Op deze terechtzitting zijn de zaken van de officier van justitie in het arrondissement Arnhem, onder bovenstaande parketnummers bij afzonderlijke dagvaardingen aanhangig gemaakt, gevoegd.
De officier van justitie heeft geëist dat verdachte van het bij parketnummer 05/800075-08 primair en subsidiair tenlastegelegde feit zal worden vrijgesproken.
De officier van justitie heeft verder geëist dat verdachte ter zake van het bij parketnummer 05/800076-08, bij parketnummer 05/850021-06 primair, bij parketnummer 05/800573-07 en bij parketnummer 05/800574-07 tenlastegelegde zal worden veroordeeld tot een voorwaardelijke militaire detentie voor de duur van zes weken met een proeftijd van twee jaren en daarnaast tot een werkstraf voor de duur van 120 uren, subsidiair 60 dagen vervangende hechtenis.
Ten aanzien van de inbeslaggenomen goederen, te weten een schroevendraaier, twee fleece-handschoenen en 1,2 gram cannabis heeft de officier van justitie gevorderd dat deze goederen zullen worden onttrokken aan het verkeer.
Verdachte en zijn raadsman hebben het woord ter verdediging gevoerd.
3. De beslissing inzake het bewijs
Voor zover er in de tenlastelegging kennelijke taal- en/of schrijffouten voorkomen, zijn die fouten verbeterd. Verdachte is daardoor niet in zijn verdediging geschaad.

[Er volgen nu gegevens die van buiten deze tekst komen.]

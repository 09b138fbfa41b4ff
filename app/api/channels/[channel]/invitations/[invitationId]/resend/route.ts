import { route } from '@/lib/api/handler';
import { deliverInvitation } from '@/lib/mail/invitation-delivery';
import { renewInvitation } from '@/lib/crew/queries';
import { invitationParamsSchema } from '@/lib/crew/schemas';

export const POST = route({ params: invitationParamsSchema, channel: 'crew.manage' }, async ({ member, user, params }) => {
  const { invitation, token } = await renewInvitation(member.channel.id, params.invitationId);
  return deliverInvitation(member.channel, user, invitation, token);
});
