import Link from 'next/link';
import type { ShotsView } from './board-query';

const tabs: { view: ShotsView; label: string; query: string }[] = [
  { view: 'board', label: 'Shop board', query: '' },
  { view: 'mine', label: 'My shots', query: '?view=mine' },
];

/** Two views of one page, as links so each has its own URL and works without script. */
export function ViewTabs({ slug, current }: { slug: string; current: ShotsView }) {
  return (
    <nav aria-label="Shot views" className="mb-5 border-b border-paper-edge">
      <ul className="-mb-px flex gap-1">
        {tabs.map((t) => {
          const active = t.view === current;
          return (
            <li key={t.view}>
              <Link
                href={`/c/${slug}/shots${t.query}`}
                aria-current={active ? 'page' : undefined}
                className={`inline-flex min-h-touch items-center rounded-t-md border px-4 text-sm font-bold ${
                  active ? 'border-paper-edge border-b-paper bg-paper text-ink' : 'border-transparent text-ink-soft hover:bg-paper-deep hover:text-ink'
                }`}
              >
                {t.label}
              </Link>
            </li>
          );
        })}
      </ul>
    </nav>
  );
}
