import { execFileSync } from 'node:child_process';
import { createHash } from 'node:crypto';
import { mkdtempSync, readFileSync, rmSync, writeFileSync } from 'node:fs';
import { tmpdir } from 'node:os';
import { join } from 'node:path';
import { Readable } from 'node:stream';
import { describe, expect, it } from 'vitest';
import { frameRates, timecodeToFrames } from '@/lib/timecode';
import { buildAssembly, safeName } from './assembly';
import { buildShotsCsv, neutraliseFormula } from './csv';
import { buildEdl } from './edl';
import { buildOtio } from './otio';
import { checkOtio } from './otio-check';
import { buildClipPackage } from './package';
import { sampleInput, sampleSnapshot } from './test-snapshot';

const snap = sampleSnapshot();

describe('assembly', () => {
  it('lays clips end to end in running order with gaps for shots without a clip', () => {
    const a = buildAssembly(snap);
    expect(a.items.map((i) => (i.kind === 'clip' ? i.path : `gap:${i.shot?.id ?? i.segment.id}`))).toEqual([
      '01 Cold open/intro.mp4',
      '02 Legs/S01 A001.mov',
      'gap:sh2',
      'gap:s3',
    ]);
    const rate = frameRates['29.97df'];
    expect(a.items[1]!.recordIn).toBe(Math.floor((4 * 30000) / 1001));
    expect(a.segmentStarts.get('s2')).toBe(a.items[1]!.recordIn);
    expect(a.rate).toBe(rate);
  });

  it('makes names every file system accepts', () => {
    expect(safeName('a/b:c*?.mov')).toBe('b-c--.mov');
    expect(safeName('../..')).toBe('clip');
    expect(safeName('Trailing. ')).toBe('Trailing');
  });
});

describe('OTIO', () => {
  const otio = buildOtio(snap, buildAssembly(snap));

  it('follows the required-field rules', () => {
    expect(checkOtio(otio)).toEqual([]);
  });

  it('holds one video track with clips and gaps in order, a marker per segment, relative target URLs', () => {
    const track = (otio.tracks as { children: { kind: string; markers: { name: string }[]; children: { OTIO_SCHEMA: string; media_references?: { DEFAULT_MEDIA: { target_url: string } } }[] }[] }).children;
    expect(track).toHaveLength(1);
    expect(track[0]!.kind).toBe('Video');
    expect(track[0]!.children.map((c) => c.OTIO_SCHEMA)).toEqual(['Clip.2', 'Clip.2', 'Gap.1', 'Gap.1']);
    expect(track[0]!.children[1]!.media_references!.DEFAULT_MEDIA.target_url).toBe('02%20Legs/S01%20A001.mov');
    expect(track[0]!.markers.map((m) => m.name)).toEqual(['1. Cold open', '2. Legs', '3. Outro']);
  });

  it('the checker catches a missing required field', () => {
    expect(checkOtio({ OTIO_SCHEMA: 'Clip.2', media_references: {} })).not.toEqual([]);
    expect(checkOtio({ OTIO_SCHEMA: 'Track.1', children: [], kind: 'Data' })).not.toEqual([]);
  });
});

describe('CMX 3600 EDL', () => {
  const edl = buildEdl(snap, buildAssembly(snap)).split('\n');

  it('has a title, the frame-count mode and one event per clip', () => {
    expect(edl[0]).toBe('TITLE: Walnut step stool v1');
    expect(edl[1]).toBe('FCM: DROP FRAME');
    expect(edl.filter((l) => /^\d{3} /.test(l))).toHaveLength(2);
  });

  it('puts every field in its column', () => {
    const event = edl.find((l) => l.startsWith('002'))!;
    expect(event.slice(0, 3)).toBe('002');
    expect(event.slice(3, 5)).toBe('  ');
    expect(event.slice(5, 13)).toBe('AX      ');
    expect(event.slice(14, 19)).toBe('V    ');
    expect(event.slice(20, 28)).toBe('C       ');
    const [srcIn, srcOut, recIn, recOut] = event.slice(29).split(' ');
    expect(event.slice(29)).toMatch(/^\d\d:\d\d:\d\d;\d\d \d\d:\d\d:\d\d;\d\d \d\d:\d\d:\d\d;\d\d \d\d:\d\d:\d\d;\d\d$/);
    const rate = frameRates['29.97df'];
    const f = (tc: string | undefined) => timecodeToFrames(tc!, rate);
    expect(srcIn).toBe('00:00:00;00');
    // 12.5 s of a clip at 30000/1001 is 374 frames; it follows the 4 s intro (119 frames) from 01:00:00;00.
    expect(f(srcOut)).toBe(374);
    expect(f(recIn)).toBe(f('01:00:00;00') + 119);
    expect(f(recOut) - f(recIn)).toBe(374);
    expect(edl[edl.indexOf(event) + 1]).toBe('* FROM CLIP NAME: A001.mov');
  });

  it('writes NON-DROP FRAME and colons at 25', () => {
    const pal = sampleSnapshot({ episode: { ...sampleInput().episode, frameRate: '25' } });
    const lines = buildEdl(pal, buildAssembly(pal)).split('\n');
    expect(lines[1]).toBe('FCM: NON-DROP FRAME');
    expect(lines.find((l) => l.startsWith('001'))).toContain('01:00:00:00');
  });
});

describe('CSV', () => {
  it('neutralises formulas', () => {
    expect(neutraliseFormula('=HYPERLINK("x")')).toBe(`'=HYPERLINK("x")`);
    expect(neutraliseFormula('+1')).toBe(`'+1`);
    expect(neutraliseFormula('@SUM')).toBe(`'@SUM`);
    expect(neutraliseFormula('plain')).toBe('plain');
  });

  it('has a row per clip and per shot without clips, formula cells defused', () => {
    const evil = sampleSnapshot({ shots: [{ ...sampleInput().shots[0]!, description: '=cmd|calc' }, sampleInput().shots[1]!] });
    const lines = buildShotsCsv(evil).replace(/^\uFEFF/, '').trim().split('\r\n');
    expect(lines[0]).toContain('Segment,Segment title,Shot');
    expect(lines).toHaveLength(1 + 3);
    expect(lines.join('\n')).toContain(`'=cmd|calc`);
    expect(lines.join('\n')).not.toMatch(/,=cmd/);
  });
});

/** The whole web stream as one Buffer (rejects with the stream's own error). */
async function readAll(stream: ReadableStream<Uint8Array>): Promise<Buffer> {
  const parts: Uint8Array[] = [];
  const reader = stream.getReader();
  for (let r = await reader.read(); !r.done; r = await reader.read()) parts.push(r.value);
  return Buffer.concat(parts);
}

describe('clip package', () => {
  const bytes: Record<string, Buffer> = { c1: Buffer.alloc(1000, 7), c2: Buffer.alloc(500, 9) };
  const input = sampleInput();
  input.clips = input.clips.map((c) => ({ ...c, sha256: createHash('sha256').update(bytes[c.id]!).digest('hex') }));
  const snapshot = sampleSnapshot({ clips: input.clips });
  const openClip = async (id: string) => Readable.from([bytes[id]!]);

  it('is a stored ZIP of the predicted size that unzip -t accepts and whose SHA256SUMS verify', async () => {
    const pkg = await buildClipPackage(snapshot, { openClip, available: new Set(['c1', 'c2']) });
    const zip = await readAll(pkg.stream);
    expect(pkg.size).toBe(zip.length);
    const dir = mkdtempSync(join(tmpdir(), 'kerfline-pkg-'));
    try {
      writeFileSync(join(dir, 'p.zip'), zip);
      expect(execFileSync('unzip', ['-t', join(dir, 'p.zip')]).toString()).toContain('No errors detected');
      const listing = execFileSync('unzip', ['-v', join(dir, 'p.zip')]).toString();
      expect(listing).toContain('Stored');
      expect(listing).not.toContain('Defl');
      execFileSync('unzip', ['-q', join(dir, 'p.zip'), '-d', join(dir, 'x')]);
      expect(execFileSync('sha256sum', ['-c', 'SHA256SUMS'], { cwd: join(dir, 'x') }).toString()).toContain('02 Legs/S01 A001.mov: OK');
      const manifest = JSON.parse(readFileSync(join(dir, 'x', 'manifest.json'), 'utf8')) as { clips: unknown[]; missing: string[] };
      expect(manifest.clips).toHaveLength(2);
      expect(manifest.missing).toEqual([]);
      expect(readFileSync(join(dir, 'x', 'Walnut step stool v1.otio'), 'utf8')).toContain('Timeline.1');
    } finally {
      rmSync(dir, { recursive: true, force: true });
    }
  });

  it('per segment holds only that folder, and lists a deleted clip as missing', async () => {
    const pkg = await buildClipPackage(snapshot, { openClip, available: new Set(['c2']), segmentId: 's2' });
    const zip = await readAll(pkg.stream);
    expect(pkg.size).toBe(zip.length);
    expect(pkg.missing).toEqual(['02 Legs/S01 A001.mov']);
    expect(pkg.fileName).toBe('Walnut step stool v1 - 02 Legs.zip');
    expect(zip.includes(Buffer.from('01 Cold open/'))).toBe(false);
  });
});
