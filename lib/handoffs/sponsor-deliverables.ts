import type { Knex } from 'knex';
import type { SnapshotDeliverable } from './snapshot';

/**
 * The sponsor deliverables of an episode for its handoff snapshot. Sponsor deals and deliverables come
 * with issue 13 (tables sponsor_deal / deliverable); until that lands on this branch an episode has
 * none, so this answers []. At merge, replace the body with issue 13's query (one statement) and map
 * each deliverable to SnapshotDeliverable; `startOf` gives a segment's forecast start in seconds.
 */
export async function listSnapshotDeliverables(
  _trx: Knex.Transaction,
  _episodeId: string,
  _startOf: (segmentId: string) => number | null,
): Promise<SnapshotDeliverable[]> {
  return [];
}
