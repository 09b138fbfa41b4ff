import { route } from '@/lib/api/handler';
import { setSafetyReview } from '@/lib/safety/queries';
import { safetyReviewSchema } from '@/lib/safety/schemas';
import { segmentShotsParamsSchema } from '@/lib/shots/schemas';

export const PUT = route({ params: segmentShotsParamsSchema, body: safetyReviewSchema, channel: 'safety.review' }, async ({ member, params, body }) => ({
  safety: await setSafetyReview(member, params.segmentId, body.reviewed),
}));
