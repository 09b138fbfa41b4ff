'use client';

import { useId, useRef, useState, type ReactNode } from 'react';
import { ApiError } from '@/lib/api/client';
import { shotStateLabels, type ShotState } from '@/lib/shots/catalog';
import type { BoardShotDto } from '@/lib/shots/schemas';
import { RetakeDialog } from './retake-dialog';
import { useChangeShotState, type StateChange } from './use-shop-board';

export type Failure = { shotId: string; message: string };

type RetakeRequest = { shot: BoardShotDto; afterId?: string | null; resolve: () => void };

/**
 * State changes for every shot view: optimistic moves, the server's refusal as a message,
 * and the reason dialog that every Retake goes through.
 */
export function useShotActions(slug: string, viewerName: string) {
  const change = useChangeShotState(slug, viewerName);
  const [failure, setFailure] = useState<Failure | null>(null);
  const [retake, setRetake] = useState<RetakeRequest | null>(null);

  const failed = (v: StateChange, err: unknown) =>
    setFailure({
      shotId: v.shot.id,
      message: `Could not mark “${v.shot.description}” ${shotStateLabels[v.state]}: ${err instanceof Error ? err.message : 'the server did not answer.'}`,
    });

  // mutateAsync per change, so a refusal is reported for each one, not only for the last of several.
  const move = (v: StateChange) => {
    setFailure(null);
    change(v).catch((err: unknown) => failed(v, err));
  };

  const askRetake = (shot: BoardShotDto, afterId?: string | null) => {
    setFailure(null);
    return new Promise<void>((resolve) => setRetake({ shot, ...(afterId !== undefined && { afterId }), resolve }));
  };

  const close = () => {
    retake?.resolve();
    setRetake(null);
  };

  async function submitRetake(reason: string): Promise<string | null> {
    if (!retake) return null;
    const v: StateChange = { shot: retake.shot, state: 'retake', reason, ...(retake.afterId !== undefined && { afterId: retake.afterId }) };
    try {
      await change(v);
    } catch (err) {
      // A wrong reason stays in the dialog with the server's words; anything else closes it and says why.
      if (err instanceof ApiError && err.fields.reason) return err.fields.reason;
      failed(v, err);
    }
    close();
    return null;
  }

  const dialog: ReactNode = retake ? <RetakeDialog key={retake.shot.id} shot={retake.shot} onSubmit={submitRetake} onCancel={close} /> : null;

  return { move, askRetake, failure, dismiss: () => setFailure(null), dialog };
}

export type ShotActions = ReturnType<typeof useShotActions>;

const bigButton =
  'inline-flex min-h-touch flex-1 items-center justify-center gap-1.5 rounded-md px-3 text-base font-bold transition-colors disabled:cursor-not-allowed';

const pressedStyles: Record<ShotState, string> = {
  planned: '',
  captured: 'aria-pressed:bg-ok aria-pressed:text-white aria-pressed:border-ok',
  retake: 'aria-pressed:bg-attention aria-pressed:text-white aria-pressed:border-attention',
};

/** Large buttons for a phone in a dusty shop: Captured, Retake, and back to Planned once it is one of those. */
export function StateButtons({ shot, actions }: { shot: BoardShotDto; actions: ShotActions }) {
  const capturedRef = useRef<HTMLButtonElement>(null);
  const reasonId = useId();
  const error = actions.failure?.shotId === shot.id ? actions.failure.message : null;
  // The server refuses Captured until the review (lib/shots/queries.ts); say so before anyone presses (issue 15).
  const waitsForReview = shot.safetyPending && shot.state !== 'captured';
  return (
    <div className="space-y-2 pt-1">
      <div className="flex gap-2">
        <button
          type="button"
          ref={capturedRef}
          aria-label={`Mark captured: ${shot.description}`}
          aria-pressed={shot.state === 'captured'}
          disabled={waitsForReview}
          aria-describedby={waitsForReview ? reasonId : undefined}
          onClick={() => {
            if (shot.state !== 'captured') actions.move({ shot, state: 'captured' });
          }}
          className={`${bigButton} border border-ok/60 bg-white text-ok hover:bg-ok-soft disabled:border-ink/20 disabled:bg-paper-deep disabled:text-ink-faint disabled:hover:bg-paper-deep ${pressedStyles.captured}`}
        >
          <CheckIcon />
          Captured
        </button>
        <button
          type="button"
          aria-label={`Mark retake: ${shot.description}`}
          aria-pressed={shot.state === 'retake'}
          onClick={() => void actions.askRetake(shot)}
          className={`${bigButton} border border-attention/60 bg-white text-attention-ink hover:bg-attention-soft ${pressedStyles.retake}`}
        >
          <RetakeIcon />
          Retake
        </button>
      </div>
      {waitsForReview ? (
        <p id={reasonId} className="text-sm text-ink-soft">
          Captured waits for the safety review of this segment’s tools. A Host can review it on the segment page.
        </p>
      ) : null}
      {shot.state !== 'planned' ? (
        <button
          type="button"
          aria-label={`Back to Planned: ${shot.description}`}
          onClick={() => {
            // This button goes away with the change; keep focus on the same card.
            capturedRef.current?.focus();
            actions.move({ shot, state: 'planned' });
          }}
          className={`${bigButton} w-full border border-ink/25 bg-white/60 text-sm text-ink-soft hover:bg-white`}
        >
          Back to Planned
        </button>
      ) : null}
      {error ? (
        <div role="alert" className="flex items-start justify-between gap-2 rounded-md border-l-4 border-attention bg-attention-soft px-3 py-2 text-sm text-attention-ink">
          <span>{error}</span>
          <button type="button" onClick={actions.dismiss} className="-my-1 min-h-touch shrink-0 rounded-md px-2 font-bold hover:bg-white/60">
            Dismiss
          </button>
        </div>
      ) : null}
    </div>
  );
}

function CheckIcon() {
  return (
    <svg aria-hidden="true" width="16" height="16" viewBox="0 0 16 16">
      <path d="M3 8.5l3.2 3.2L13 4.8" fill="none" stroke="currentColor" strokeWidth="2" strokeLinecap="round" strokeLinejoin="round" />
    </svg>
  );
}

function RetakeIcon() {
  return (
    <svg aria-hidden="true" width="16" height="16" viewBox="0 0 16 16">
      <path d="M12.5 6.5A5 5 0 1 0 13 9" fill="none" stroke="currentColor" strokeWidth="1.8" strokeLinecap="round" />
      <path d="M13 2.5v4h-4" fill="none" stroke="currentColor" strokeWidth="1.8" strokeLinecap="round" strokeLinejoin="round" />
    </svg>
  );
}
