import { createHash } from 'node:crypto';
import type { Level, SegmentKind } from '@/lib/segments/schemas';
import type { Camera, Framing, ShotState } from '@/lib/shots/catalog';
import type { FrameRateId } from '@/lib/timecode';

// The locked content of one handoff version. Pure: built from rows the caller already loaded,
// serialised once with a fixed key order, stored as that exact text and hashed.

export const SNAPSHOT_FORMAT = 1;

export type SnapshotClip = {
  id: string;
  name: string;
  mimeType: string;
  sizeBytes: number;
  durationSeconds: number | null;
  frameRate: number | null;
  sha256: string;
  hasPoster: boolean;
};

export type SnapshotShot = {
  id: string;
  number: number;
  description: string;
  framing: Framing;
  camera: Camera;
  state: ShotState;
  retakeReason: string | null;
  clips: SnapshotClip[];
};

export type SnapshotSafety = { tool: string; label: string; cautions: string[] };

export type SnapshotDeliverable = {
  id: string;
  sponsorName: string;
  segmentId: string | null;
  talkingPoints: string[];
  disclosure: string;
  placementRule: string;
  /** Forecast start of the read in the episode, in seconds; null when it has no segment. */
  forecastStartSeconds: number | null;
};

export type SnapshotSegment = {
  id: string;
  number: number;
  kind: SegmentKind;
  level: Level | null;
  levelLabel: string | null;
  title: string;
  startSeconds: number;
  totalSeconds: number;
  scriptHtml: string;
  scriptText: string;
  safety: SnapshotSafety[];
  safetyReviewed: boolean;
  shots: SnapshotShot[];
  /** Clips of the segment not filed under a shot. */
  otherClips: SnapshotClip[];
};

export type HandoffSnapshot = {
  format: typeof SNAPSHOT_FORMAT;
  version: number;
  lockedAt: string;
  lockedBy: string;
  note: string;
  episode: { id: string; title: string; premise: string; frameRate: FrameRateId; targetSeconds: number | null; totalSeconds: number };
  segments: SnapshotSegment[];
  sponsorDeliverables: SnapshotDeliverable[];
};

/** Text of the snapshot as stored and served: the builder fixes the key order, so equal input gives equal bytes. */
export const serializeSnapshot = (snapshot: HandoffSnapshot): string => JSON.stringify(snapshot);

export const hashContent = (content: string): string => createHash('sha256').update(content, 'utf8').digest('hex');

export const parseSnapshot = (content: string): HandoffSnapshot => JSON.parse(content) as HandoffSnapshot;

/** Every clip of a segment in the order the edit uses: shots in order, then the segment's other clips. */
export const clipsOfSegment = (segment: SnapshotSegment): SnapshotClip[] => [...segment.shots.flatMap((s) => s.clips), ...segment.otherClips];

3.1 Vrijspraak ten aanzien van parketnummer 05/800075-08
De militaire kamer acht, evenals de officier van justitie en de raadsman, niet wettig en overtuigend bewezen dat verdachte de woninginbraak tezamen en in vereniging met een ander heeft gepleegd, dan wel dat hij medeplichtig is aan deze woninginbraak. Verdachte heeft dit feit ter terechtzitting ontkend. In het dossier bevindt zich de verklaring van de broer van verdachte waarin deze heeft verklaard de inbraak in Hollandse Rading te hebben gepleegd, maar dit alleen en buiten medeweten van verdachte te hebben gedaan Weliswaar staat vast dat verdachte rond het tijdstip waarop de inbraak is gepleegd samen met zijn broer in de onmiddellijke nabijheid van de desbetreffende woning is geweest en heeft verdachte ter terechtzitting geen plausibele verklaring kunnen geven voor het feit dat hij zich met zijn elders geparkeerde auto in de nabijheid van die woning heeft begeven, maar voor een actief aandeel van verdachte in de inbraak is geen bewijs voorhanden. Er is derhalve onvoldoende wettig bewijs om tot een bewezenverklaring van dit feit te kunnen komen. De militaire kamer zal verdachte daarom vrijspreken van het bij parketnummer 05/800075-08 primair en subsidiair tenlastegelegde feit.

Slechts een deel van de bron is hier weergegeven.